La Carpintería Teatro

Friday night. Lola Arias’ Mi vida después (My Life After). La Carpintería Teatro, Buenos Aires. A group of grandmotherly women in fur coats and heavy perfume claims the first rows. The stage manager’s request for silenced cell phones is met with a loud “No!” from a woman with a wrinkled face and sleek, black hair, part of the front-row contingent. The lights dim and another of her party cries, in English, “Silence!” provoking giggles and shushes. From the back comes a censorious, “Por favor,” to which one of the dowagers replies, stage-whispering, “¡Es en serio!” Finally, clothing begins raining onto the stage, and the show begins.

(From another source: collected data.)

import { FlexuraError, isFlexuraError } from "../errors/index.js";
import { circle, iSection, pipe, rectangle, sectionProperties, tee, type Section, type SectionProperties } from "../section/index.js";
import type { ModelScale, ModelSectionResult } from "./analysis.js";
import type { ModelSection } from "./model.js";

/** A model's section built in SI (m): its geometry, properties and depth bands for shear stress. */
export interface SectionInSI {
  /** The geometry, in m. */
  readonly geometry: Section;
  /** Its properties, in m, m^2, m^3, m^4. */
  readonly properties: SectionProperties;
  /** The modulus of the reference material (Pa) for a section of several materials; absent for one material. */
  readonly referenceModulus?: number;
}

function build(shape: string, d: Readonly<Record<string, number>>): Section {
  const get = (name: string): number => d[name] ?? Number.NaN;
  switch (shape) {
    case "rectangle":
      return rectangle({ width: get("width"), depth: get("depth") });
    case "circle":
      return circle({ diameter: get("diameter") });
    case "pipe":
      return pipe({ outsideDiameter: get("outsideDiameter"), wallThickness: get("wallThickness") });
    case "i-section":
      return iSection({
        depth: get("depth"),
        flangeWidth: get("flangeWidth"),
        flangeThickness: get("flangeThickness"),
        webThickness: get("webThickness"),
        ...(d["bottomFlangeWidth"] === undefined ? {} : { bottomFlangeWidth: d["bottomFlangeWidth"] }),
        ...(d["bottomFlangeThickness"] === undefined ? {} : { bottomFlangeThickness: d["bottomFlangeThickness"] }),
      });
    case "tee":
      return tee({ depth: get("depth"), flangeWidth: get("flangeWidth"), flangeThickness: get("flangeThickness"), webThickness: get("webThickness") });
    default:
      throw new FlexuraError([{ code: "not-an-option", path: ["section", "shape"], message: `Unknown section shape ${JSON.stringify(shape)}.` }]);
  }
}

/**
 * Builds the model's section in SI from its dimensions (section-length unit), reporting the
 * section module's problems (a web wider than the flange, a wall thicker than the radius) under
 * `section.<dimension>`.
 */
export function sectionInSI(section: ModelSection, scale: ModelScale): SectionInSI {
  const dims = Object.fromEntries(Object.entries(section.dimensions).map(([k, v]) => [k, v * scale.sectionLength]));
  try {
    const geometry = build(section.shape, dims);
    const properties = sectionProperties(geometry);
    return { geometry, properties };
  } catch (e) {
    if (!isFlexuraError(e)) throw e;
    throw new FlexuraError(e.issues.map((i) => ({ ...i, path: ["section", ...(typeof i.path[0] === "string" && i.path[0] in section.dimensions ? i.path.slice(0, 1) : [])] })));
  }
}

/** The section's properties in the model's units. */
export function sectionResult(shape: string, p: SectionProperties, scale: ModelScale): ModelSectionResult {
  const len = scale.sectionLength;
  return {
    shape,
    area: p.area / scale.area,
    centroid: { y: p.centroid.y / len, z: p.centroid.z / len },
    secondMomentZ: p.secondMomentZ / scale.secondMoment,
    secondMomentY: p.secondMomentY / scale.secondMoment,
    productMomentYZ: p.productMoment / scale.secondMoment,
    sectionModulusTop: p.sectionModulus.top / scale.sectionModulus,
    sectionModulusBottom: p.sectionModulus.bottom / scale.sectionModulus,
    yTop: p.extremes.top / len,
    yBottom: -p.extremes.bottom / len,
  };
}
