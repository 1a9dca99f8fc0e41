import type { BeamSolution } from "../beam/index.js";
import type { Extremes, PiecewisePolynomial } from "../math/index.js";
import type { ModelDiagram, ModelDiagramPiece, ModelDiagrams, ModelPeaks, ModelScale } from "./analysis.js";
import type { ModelUnits } from "./model.js";

/**
 * Re-expresses a piecewise polynomial of x in SI as one of x in the model's length unit, values
 * in the model's unit: with x_SI = s_x x and value = v_SI / s_v, the coefficient of
 * (x - from)^k becomes c_k s_x^k / s_v (exact up to one rounding per coefficient).
 */
export function diagramInModelUnits(pp: PiecewisePolynomial, lengthScale: number, valueScale: number, unit: string): ModelDiagram {
  const stride = pp.degree + 1;
  const pieces: ModelDiagramPiece[] = [];
  for (let i = 0; i + 1 < pp.breaks.length; i++) {
    const coefficients: number[] = [];
    let power = 1;
    for (let k = 0; k < stride; k++) {
      coefficients.push(((pp.coefficients[i * stride + k] ?? 0) * power) / valueScale);
      power *= lengthScale;
    }
    pieces.push({ from: (pp.breaks[i] ?? 0) / lengthScale, to: (pp.breaks[i + 1] ?? 0) / lengthScale, coefficients });
  }
  return { unit, pieces };
}

/** Shear, moment, slope and deflection of a solution in the model's units. */
export function diagramsOf(solution: BeamSolution, scale: ModelScale, units: ModelUnits): ModelDiagrams {
  return {
    shear: diagramInModelUnits(solution.shear, scale.length, scale.force, units.force),
    moment: diagramInModelUnits(solution.moment, scale.length, scale.moment, units.moment),
    slope: diagramInModelUnits(solution.slope, scale.length, scale.rotation, units.rotation),
    deflection: diagramInModelUnits(solution.deflection, scale.length, scale.deflection, units.deflection),
  };
}

/** Peaks in SI converted to the model's units (positions in the length unit). */
export function peaksInModelUnits(peaks: Extremes, lengthScale: number, valueScale: number): ModelPeaks {
  return {
    max: { value: peaks.max.value / valueScale, at: peaks.max.at / lengthScale },
    min: { value: peaks.min.value / valueScale, at: peaks.min.at / lengthScale },
  };
}

/**
 * Evaluates a diagram of {@link analyzeModel}'s results at `x` (length unit). At a break where
 * the diagram jumps (shear under a point load), `side` picks the limit from the left or the right.
 *
 * @param diagram - A diagram from `ModelAnalysis.diagrams`.
 * @param x - Position from the left end, in the model's length unit, within the member.
 * @param side - `"left"` or `"right"` (default) limit at a break.
 * @returns The value in `diagram.unit`; NaN is never returned: x outside the member gives the nearest end's value.
 * @example
 * ```ts
 * const a = analyzeModel(parseModel(file));
 * evaluateDiagram(a.diagrams.moment, 2.5); // bending moment at x = 2.5, in a.units.moment
 * ```
 */
export function evaluateDiagram(diagram: ModelDiagram, x: number, side: "left" | "right" = "right"): number {
  const pieces = diagram.pieces;
  let index = 0;
  for (let i = 0; i < pieces.length; i++) {
    const p = pieces[i] as ModelDiagramPiece;
    if (side === "right" ? x >= p.from : x > p.from) index = i;
  }
  const piece = pieces[index];
  if (piece === undefined) return 0;
  const t = Math.min(Math.max(x, piece.from), piece.to) - piece.from;
  let value = 0;
  for (let k = piece.coefficients.length - 1; k >= 0; k--) value = value * t + (piece.coefficients[k] ?? 0);
  return value;
}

Mi vida después debuted in 2009 and has made festival rounds as well as having runs at two different theatres since then. In the play, six actors, one joined by his young son, wear their parents’ clothing, display and interpret photographs of their families and use other objects (books written by an actor’s father, cassette recordings of another’s voice, a live turtle, etc.) to evoke the stories of their parents’ lives. Their parents include an ex-priest, revolutionary militants, a newscaster, an automobile journalist, bank clerks, a secret policeman — all of whom lived during, if not through, Argentina’s military dictatorship. The play, which features professional actors and their real-life stories, is a thought-provoking study of the limits of the self, authority and authorship, and the role of theatre in society.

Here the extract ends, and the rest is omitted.